Episodes 10 & 11 see series creator Tony Jordan back on writing duties to make sure things are ticking over, and that’s all things really do – tick over, giving us a fair but unremarkable prequel to characters in about five different Dickens books, and keeping us on the hook only because we want to see who killed Marley.

I’m also in it for #justiceforJip, but the way Miss Havisham has fallen head over heels for dog-killer Compeyson that doesn’t look like it’ll happen.
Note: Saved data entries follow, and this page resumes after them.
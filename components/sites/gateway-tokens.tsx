"use client";

import { zodResolver } from "@hookform/resolvers/zod";
import { useRouter } from "next/navigation";
import { useState } from "react";
import { useForm } from "react-hook-form";
import { toast } from "sonner";
import { issueGatewayTokenAction, revokeGatewayTokenAction } from "@/app/(console)/sites/[site]/gateways/[gateway]/actions";
import { when } from "@/components/review/change-status";
import { Button } from "@/components/ui/button";
import { ConfirmButton } from "@/components/ui/confirm-button";
import { Field, inputClass } from "@/components/ui/field";
import { showFailure } from "@/components/ui/form-error";
import { SecretReveal } from "@/components/ui/secret-reveal";
import type { GatewayTokenView, IssuedToken } from "@/lib/data/gateway-tokens";
import { TOKEN_DAYS_CHOICES, issueTokenSchema, type IssueTokenInput, type IssueTokenValues } from "@/schemas/gateway-token";

type Props = { site: string; gateway: string; gatewayName: string; tokens: GatewayTokenView[] };

/** A gateway's bearer tokens for admins: issue (shown once), list by prefix, revoke. */
export function GatewayTokens({ site, gateway, gatewayName, tokens }: Readonly<Props>) {
  const router = useRouter();
  const [issued, setIssued] = useState<IssuedToken | null>(null);
  const { register, handleSubmit, setError, reset, formState } = useForm<IssueTokenInput, unknown, IssueTokenValues>({
    resolver: zodResolver(issueTokenSchema),
    defaultValues: { label: "", expiresInDays: null },
  });
  const onSubmit = handleSubmit(async (values) => {
    const result = await issueGatewayTokenAction({ site, gateway, values });
    if (!result.ok) return showFailure(result, setError, ["label", "expiresInDays"]);
    setIssued(result.data);
    reset();
    toast.success(`Token ${result.data.prefix}… issued for ${gatewayName}.`);
    router.refresh();
  });
  const count = { live: 0, expired: 0, revoked: 0 };
  for (const t of tokens) count[t.state]++;

  return (
    <section aria-labelledby="gateway-tokens" className="mb-8 rounded-panel border border-panel-line bg-panel p-4">
      <h2 id="gateway-tokens" className="mb-1">
        Tokens
      </h2>
      <p className="mb-3 max-w-3xl text-label text-ink-soft">
        The gateway sends one of these as its bearer token when it pulls its bundle and checks in. Sluice keeps only a hash and the first characters
        (the prefix), so a token can be told apart here but never shown again.
      </p>
      <p className="mb-4 max-w-3xl rounded-panel bg-panel-sunk px-3 py-2 text-label text-ink-soft">
        <span className="font-medium text-ink">To rotate:</span> issue a new token, deploy it to the gateway, and once the new one shows a recent{" "}
        <em>last used</em> time, revoke the old one. Until it is revoked the old token keeps working, so the gateway never goes without one.
      </p>

      {issued ? (
        <SecretReveal
          className="mb-4"
          testId="issued-token"
          label={`New token ${issued.prefix}…${issued.label ? ` (${issued.label})` : ""}`}
          secret={issued.token}
          onDone={() => setIssued(null)}
          note={
            <>
              <strong className="font-medium text-caution">Shown only now.</strong> Copy it into the gateway&apos;s configuration; Sluice keeps only a hash and
              cannot show it again. If it is lost, issue another and revoke this one.
            </>
          }
        />
      ) : null}

      <form onSubmit={onSubmit} noValidate className="mb-4 grid gap-3 sm:grid-cols-[minmax(0,24rem)_minmax(0,12rem)_auto] sm:items-start sm:justify-start">
        <Field label="Token label" htmlFor="token-label" error={formState.errors.label?.message} hint="Optional: where it is deployed or why, e.g. “edge box, 2027 rotation”.">
          <input id="token-label" className={inputClass} aria-invalid={!!formState.errors.label} {...register("label")} />
        </Field>
        <Field label="Expires" htmlFor="token-expiry" error={formState.errors.expiresInDays?.message} hint="After this the gateway API refuses it.">
          <select
            id="token-expiry"
            className={inputClass}
            aria-invalid={!!formState.errors.expiresInDays}
            {...register("expiresInDays", { setValueAs: (v: string | number | null) => (v === "" || v === null ? null : Number(v)) })}
          >
            <option value="">never (until revoked)</option>
            {TOKEN_DAYS_CHOICES.map((d) => (
              <option key={d} value={d}>
                after {d} days
              </option>
            ))}
          </select>
        </Field>
        <Button type="submit" className="sm:mt-6" disabled={formState.isSubmitting}>
          {formState.isSubmitting ? "Issuing…" : "Issue token"}
        </Button>
      </form>

      {tokens.length === 0 ? (
        <p className="text-label text-ink-faint">No tokens yet: this gateway cannot pull its bundle until one is issued and deployed.</p>
      ) : (
        <>
          <p className="mb-2 text-label text-ink-faint">
            {count.live} live, {count.expired > 0 ? `${count.expired} expired, ` : ""}
            {count.revoked} revoked
          </p>
          <div className="overflow-x-auto rounded-panel border border-panel-line">
            <table aria-label={`Tokens of ${gatewayName}`} className="text-label">
              <thead>
                <tr>
                  <th scope="col">Prefix</th>
                  <th scope="col">Label</th>
                  <th scope="col">State</th>
                  <th scope="col">Issued</th>
                  <th scope="col">Last used</th>
                  <th scope="col">
                    <span className="sr-only">Actions</span>
                  </th>
                </tr>
              </thead>
              <tbody>
                {tokens.map((t) => (
                  <tr key={t.id} data-testid={`token-${t.prefix}`}>
                    <td className="whitespace-nowrap font-mono">{t.prefix}…</td>
                    <td>{t.label || <span className="text-ink-faint">—</span>}</td>
                    <td>
                      {t.state === "live" ? (
                        <>
                          <span className="rounded bg-ok-soft px-1.5 py-0.5 text-micro font-medium text-ok">live</span>
                          {t.expiresAt ? <span className="mt-1 block text-micro text-ink-faint">expires {when(t.expiresAt)}</span> : null}
                        </>
                      ) : t.state === "expired" ? (
                        <>
                          <span className="rounded bg-caution-soft px-1.5 py-0.5 text-micro font-medium text-caution">expired</span>
                          <span className="mt-1 block text-micro text-ink-faint">{when(t.expiresAt!)}</span>
                        </>
                      ) : (
                        <>
                          <span className="rounded bg-panel-sunk px-1.5 py-0.5 text-micro font-medium text-ink-soft">revoked</span>
                          <span className="mt-1 block text-micro text-ink-faint">
                            {when(t.revokedAt!)} by {t.revokedBy}
                          </span>
                        </>
                      )}
                    </td>
                    <td className="whitespace-nowrap">
                      {when(t.createdAt)}
                      <span className="block text-micro text-ink-faint">by {t.createdBy}</span>
                    </td>
                    <td className="whitespace-nowrap">{t.lastUsedAt ? when(t.lastUsedAt) : <span className="text-ink-faint">never</span>}</td>
                    <td className="text-right">
                      {t.state === "revoked" ? null : <RevokeTokenButton site={site} gateway={gateway} gatewayName={gatewayName} token={t} lastLive={t.state === "live" && count.live === 1} />}
                    </td>
                  </tr>
                ))}
              </tbody>
            </table>
          </div>
        </>
      )}
    </section>
  );
}

type RevokeProps = { site: string; gateway: string; gatewayName: string; token: GatewayTokenView; lastLive: boolean };

function RevokeTokenButton({ site, gateway, gatewayName, token, lastLive }: Readonly<RevokeProps>) {
  const router = useRouter();
  return (
    <ConfirmButton
      label="Revoke"
      title={`Revoke token ${token.prefix}…?`}
      confirmLabel="Revoke token"
      onConfirm={async () => {
        const result = await revokeGatewayTokenAction({ site, gateway, tokenId: token.id });
        if (!result.ok) {
          showFailure(result);
          router.refresh();
          return false;
        }
        toast.success(`Token ${token.prefix}… revoked.`);
        router.refresh();
        return true;
      }}
    >
      {gatewayName} is refused with this token from its next request on. Revoking cannot be undone; the token stays listed as revoked.
      {lastLive ? (
        <strong className="mt-2 block font-medium text-fault">This is the gateway&apos;s last live token: it cannot pull its bundle until a new one is deployed.</strong>
      ) : null}
    </ConfirmButton>
  );
}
Not even a sozzled Arthur (Joseph Quinn plays ‘whiny drunk’ well enough to redeem his character’s place in the show) bursting in and threatening to blab Compeyson’s plan seems to cool her passion for him. For his indiscretion Compeyson later takes his belt to Arthur and gives him a thrashing. Ouch. But really Arthur’s getting off lightly – he’s lucky he wasn’t put in a sack and thrown in the river.

Dickensian 10 Arthur Havisham (JOSEPH QUINN)

Meanwhile, in the strongest storyline of the two episodes, the Barbary sisters’ struggle to release their father from debtor’s prison. Honoria begs Scrooge for help and sells her pearls at The Old Curiosity Shop (speaking of, where’s Grandfather? Did he find a better show and leave?), but it’s all to no avail. In an ‘it’s not you, it’s money’ break-up, she’s forced to dump her bae, Captain James. All so she can find a suitor with enough cash to bail out her papa.

Turns out one’s arrived, and it’s no surprise to Bleak House’s readers. Nursing home pillow made human, Sir Leicester Dedlock, bails Barbary out and uses it as an excuse to call on Honoria again. Insert your own ‘winking face Emoji’ after that last sentence. He’s essentially bought his way into a relationship and Honoria’s face says it all. Good job Sophie Rundle’s good at looking quietly horrified as Honoria’s face is going to be set like that for the rest of the series.

That’s provided you’re going to stick with Dickensian to the end.

Dickensian Jacob Marley (PETER FIRTH)

You’d be forgiven if you gave up now and checked back here in a couple of weeks to see who killed Marley. This is a drama that has clearly had a lot of thought and effort put into it, both in front and behind the camera, but which is currently not living up to the sum of its parts.

That may be because we’re at the risky mid-point, where momentum is trickier to maintain, especially in a 30 character cast. Or it may be because Parkinson’s Law is kicking in: too much filler, not enough catching Marley’s killer.

At least good ol’ Bucket’s still on the case. Stephen Rea’s delightfully sanguine detective is unshakeable in his resolve to see this thing through to the end. I know how he feels. For better or worse, some of us are in it with him all the way, and right now it’s only how Dickensian ends that will determine whether it was all worth the time.


Aired at 8pm on Thursday 21 January 2016 and at 8.30pm on Friday 22 January 2016 on BBC One.